What the task asks - Word for word, return the lines from the top of the listing to the line containing "300.05, torque: 525.25", both ends included, and no others.

****

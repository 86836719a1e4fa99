// Tooltips read like the tables (issue 15 item 8). Rounding: half away from zero
// (product brief; common practice), via reportRound.
import { describe, expect, it } from 'vitest'
import { gainChartOptions, overlayChartOptions } from '#shared/utils/chart-options'
import { rpmTooltipLabel, valueTooltipLabel, withReadableTooltips } from '#shared/utils/chart-tooltip'

const NBSP = '\u00a0'
const curves = [{ id: 1, label: 'Baseline', points: [{ rpm: 3000, power: 300.05, torque: 525.25 }, { rpm: 5500, power: 480.25, torque: 458.6 }] }]
const units = { power: 'hp', torque: 'lb-ft' }

describe('graph tooltips', () => {
  it('name the engine speed in whole rpm with thousands grouped', () => {
    expect(rpmTooltipLabel(5500)).toBe(`5,500${NBSP}rpm`)
    expect(rpmTooltipLabel(5499.996)).toBe(`5,500${NBSP}rpm`)
    expect(rpmTooltipLabel(null)).toBe('–')
  })

  it('round values half away from zero, signing gains', () => {
    expect(valueTooltipLabel(480.25, 'hp', false)).toBe(`480.3${NBSP}hp`)
    expect(valueTooltipLabel(16.0 - 19.15, 'inHg', true)).toBe(`-3.2${NBSP}inHg`)
    expect(valueTooltipLabel(13.44, 'lb-ft', true)).toBe(`+13.4${NBSP}lb-ft`)
  })

  it('apply to every rpm axis and every series of an option', () => {
    const option = withReadableTooltips(overlayChartOptions({ curves, units }), id => (id.startsWith('power') ? 'hp' : 'lb-ft'), false) as any
    expect(option.xAxis).toHaveLength(2)
    for (const axis of option.xAxis) expect(axis.axisPointer.label.formatter({ value: 5500 })).toBe(`5,500${NBSP}rpm`)
    const torque = option.series.find((s: any) => s.id.startsWith('torque'))
    expect(torque.tooltip.valueFormatter(458.6)).toBe(`458.6${NBSP}lb-ft`)
    const gains = withReadableTooltips(gainChartOptions({ curves, units, baselineLabel: 'Baseline' }), () => 'hp', true) as any
    expect(gains.series[0].tooltip.valueFormatter(2)).toBe(`+2.0${NBSP}hp`)
  })
})
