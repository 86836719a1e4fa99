import { describe, expect, it } from 'vitest'
import type { AnalysisResponse, CurvePoint } from '#shared/types/analysis-results'
import {
  clipPoints, convertPoints, gainCurves, gainSummary, graphDataTable, graphSetups, overlayCurves,
  overlaySummary, resultsTableRows, signedFigure, thinCurve,
} from '#shared/utils/figure-data'
import { source, BASE, CAM, HEADERS } from '../stories/figure-source'

// Straight-line curves, so every value in between is known exactly (invented numbers).
const line = (from: number, to: number, step: number, torque: (rpm: number) => number): CurvePoint[] => {
  const out: CurvePoint[] = []
  for (let rpm = from; rpm <= to; rpm += step) out.push({ rpm, torque: torque(rpm), power: (torque(rpm) * rpm) / 5252.113 })
  return out
}

function analysis(): AnalysisResponse {
  const s = source()
  const setups = [
    { setupId: BASE, label: 'Baseline', isBaseline: true, curve: line(3000, 6500, 10, () => 400) },
    { setupId: CAM, label: 'Long cam', isBaseline: false, curve: line(3000, 6500, 10, rpm => 380 + (rpm - 3000) / 100) },
    { setupId: HEADERS, label: 'Long cam + headers', isBaseline: false, curve: line(3200, 6600, 10, rpm => 390 + (rpm - 3000) / 100) },
  ].map((x, i) => ({ ...x, position: i, pulls: [], spreadPct: null, outlierPullId: null, idleVacuumInHg: null, rpmFrom: x.curve[0]!.rpm, rpmTo: x.curve.at(-1)!.rpm }))
  return {
    benchTestId: 1,
    standard: 'sae-j1349-1990',
    standardLabel: 'SAE J1349',
    units: { id: 'hp-lbft', power: 'hp', torque: 'lb-ft' },
    baselineSetupId: BASE,
    setups,
    // The server's own gain curve for the cam (a flat +5, so it is told apart from a computed one).
    gains: [{ setupId: CAM, againstSetupId: BASE, curve: line(3000, 6500, 100, () => 5) }],
    table: s.analysis.table,
    notes: [],
  }
}

describe('which setups a graph shows', () => {
  it('takes the setups in the order written and keeps each one\'s look from the analysis', () => {
    const { setups, missing } = graphSetups(analysis(), [HEADERS, BASE, 999])
    expect(setups.map(s => [s.setupId, s.styleIndex])).toEqual([[HEADERS, 2], [BASE, 0]])
    expect(missing).toEqual([999])
  })

  it('shows every analysed setup when none are named', () => {
    expect(graphSetups(analysis()).setups.map(s => s.setupId)).toEqual([BASE, CAM, HEADERS])
  })
})

describe('curves in units and windows', () => {
  // Published: NIST SP 811 (2008) Appendix B: 1 hp (550 ft-lbf/s) = 745.6999 W; 1 lbf-ft = 1.355818 N-m.
  it('converts hp to kW and lb-ft to N-m', () => {
    const [p] = convertPoints([{ rpm: 5000, power: 100, torque: 100 }], 'kw-nm')
    expect(p!.power).toBeCloseTo(74.56999, 4)
    expect(p!.torque).toBeCloseTo(135.5818, 3)
    expect(convertPoints([{ rpm: 5000, power: 100, torque: 100 }], 'hp-lbft')[0]!.power).toBe(100)
  })

  it('clips to the rpm window the figure asks for', () => {
    const clipped = clipPoints(line(3000, 6500, 500, () => 1), 3500, 5000)
    expect(clipped.map(p => p.rpm)).toEqual([3500, 4000, 4500, 5000])
  })

  it('draws overlay curves for the chosen setups only', () => {
    const a = analysis()
    const curves = overlayCurves(a, graphSetups(a, [CAM]).setups, { from: 4000, to: 4100, units: 'hp-lbft' })
    expect(curves).toHaveLength(1)
    expect(curves[0]!.points.map(p => p.rpm)).toEqual(Array.from({ length: 11 }, (_, i) => 4000 + i * 10))
  })
})

describe('gain curves', () => {
  it('draws the gain curve shared/dyno computed for the pair, against any setup of the analysis', () => {
    const a = analysis()
    const all = graphSetups(a).setups
    const overBase = gainCurves(a, BASE, all, { units: 'hp-lbft' })
    expect(overBase.map(c => c.id)).toEqual([CAM])
    expect(overBase[0]!.points.every(p => p.torque === 5)).toBe(true)
    // A pair without a computed curve is not made up from the drawn curves.
    expect(gainCurves(a, CAM, all, { units: 'hp-lbft' })).toEqual([])
    const withPair = { ...a, gains: [...a.gains, { setupId: HEADERS, againstSetupId: CAM, curve: [{ rpm: 4000, torque: 10, power: 7 }] }] }
    const overCam = gainCurves(withPair, CAM, all, { units: 'hp-lbft' })
    expect(overCam.map(c => c.id)).toEqual([HEADERS])
    expect(overCam[0]!.points).toEqual([{ rpm: 4000, torque: 10, power: 7 }])
  })
})

describe('thinning for the server\'s SVG', () => {
  it('keeps both ends and the peaks within the point budget', () => {
    const pts = line(2000, 7000, 10, rpm => 500 - ((rpm - 4400) ** 2) / 20000)
    const thin = thinCurve(pts, 100)
    expect(thin.length).toBeLessThanOrEqual(100)
    expect(thin[0]).toBe(pts[0])
    expect(thin.at(-1)).toBe(pts.at(-1))
    const peakTorque = pts.reduce((m, p) => (p.torque > m.torque ? p : m))
    const peakPower = pts.reduce((m, p) => (p.power > m.power ? p : m))
    expect(thin).toContain(peakTorque)
    expect(thin).toContain(peakPower)
  })
})

describe('the numbers under a graph', () => {
  it('lists every 250 rpm with a column per curve and channel', () => {
    const curves = [{ id: 1, label: 'A', points: line(3000, 4000, 10, () => 400) }]
    const t = graphDataTable(curves, { power: 'hp', torque: 'lb-ft' }, 'both', 250)
    expect(t.rpm).toEqual([3000, 3250, 3500, 3750, 4000])
    expect(t.columns.map(c => c.label)).toEqual(['A, power', 'A, torque'])
    // hp = lb-ft x rpm / 5252.113 (brief, "Numbers users trust").
    expect(t.columns[0]!.values[0]).toBeCloseTo(400 * 3000 / 5252.113, 6)
  })

  it('sums up peaks in words for screen readers', () => {
    const curves = [{ id: 1, label: 'Long cam', points: line(3000, 6000, 100, rpm => 500 - Math.abs(rpm - 4500) / 10) }]
    const s = overlaySummary(curves, { power: 'hp', torque: 'lb-ft' }, 'torque')
    expect(s).toContain('Torque against engine speed from 3,000 to 6,000 rpm for Long cam')
    expect(s).toContain('Long cam peaks at 500 lb-ft at 4,500 rpm')
  })

  it('says where a setup gains and loses over the baseline', () => {
    const curves = [{ id: 2, label: 'Long cam', points: [{ rpm: 3000, torque: -12.04, power: -6 }, { rpm: 6000, torque: 20.46, power: 23.4 }] }]
    const s = gainSummary(curves, { power: 'hp', torque: 'lb-ft' }, 'torque', 'Baseline')
    expect(s).toContain('gains up to 20.5 lb-ft of torque at 6,000 rpm, loses up to 12.0 lb-ft at 3,000 rpm')
  })
})

describe('the results table', () => {
  it('rounds peaks to the unit (half away from zero) and shows gains over the chosen baseline', () => {
    const s = source()
    const rows = resultsTableRows(s.analysis, s.comparisons, undefined, BASE)
    const base = rows.find(r => r.setupId === BASE)!
    // Brief: a peak of 487.5 hp is reported as 488 hp.
    expect(base.peakPower).toBe('488 hp at 6,190')
    expect(base.powerGain).toBe('–')
    const cam = rows.find(r => r.setupId === CAM)!
    expect(cam.powerGain).toBe('+31.4 hp')
    // Averages keep one decimal (brief: one decimal where it matters).
    expect(cam.averagePowerGain).toBe('+12.3 hp')
  })

  it('takes gains against another setup from the comparisons', () => {
    const s = source()
    const rows = resultsTableRows(s.analysis, s.comparisons, [CAM, HEADERS], CAM)
    expect(rows.map(r => r.setupId)).toEqual([CAM, HEADERS])
    // Headers over the cam are within repeatability in the fixture: no gain is claimed.
    expect(rows[1]!.powerGain).toBe('within repeatability')
  })

  it('writes signs the way a table reads', () => {
    expect(signedFigure(12.44)).toBe('+12.4')
    expect(signedFigure(-3)).toBe('-3.0')
    expect(signedFigure(-0.04)).toBe('0.0')
    expect(signedFigure(0.05)).toBe('+0.1')
  })
})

****

Output -
repository 86836719a1e4fa99
// Tooltips read like the tables (issue 15 item 8). Rounding: half away from zero
// (product brief; common practice), via reportRound.
import { describe, expect, it } from 'vitest'
import { gainChartOptions, overlayChartOptions } from '#shared/utils/chart-options'
import { rpmTooltipLabel, valueTooltipLabel, withReadableTooltips } from '#shared/utils/chart-tooltip'

const NBSP = '\u00a0'
const curves = [{ id: 1, label: 'Baseline', points: [{ rpm: 3000, power: 300.05, torque: 525.25 }, { rpm: 5500, power: 480.25, torque: 458.6 }] }]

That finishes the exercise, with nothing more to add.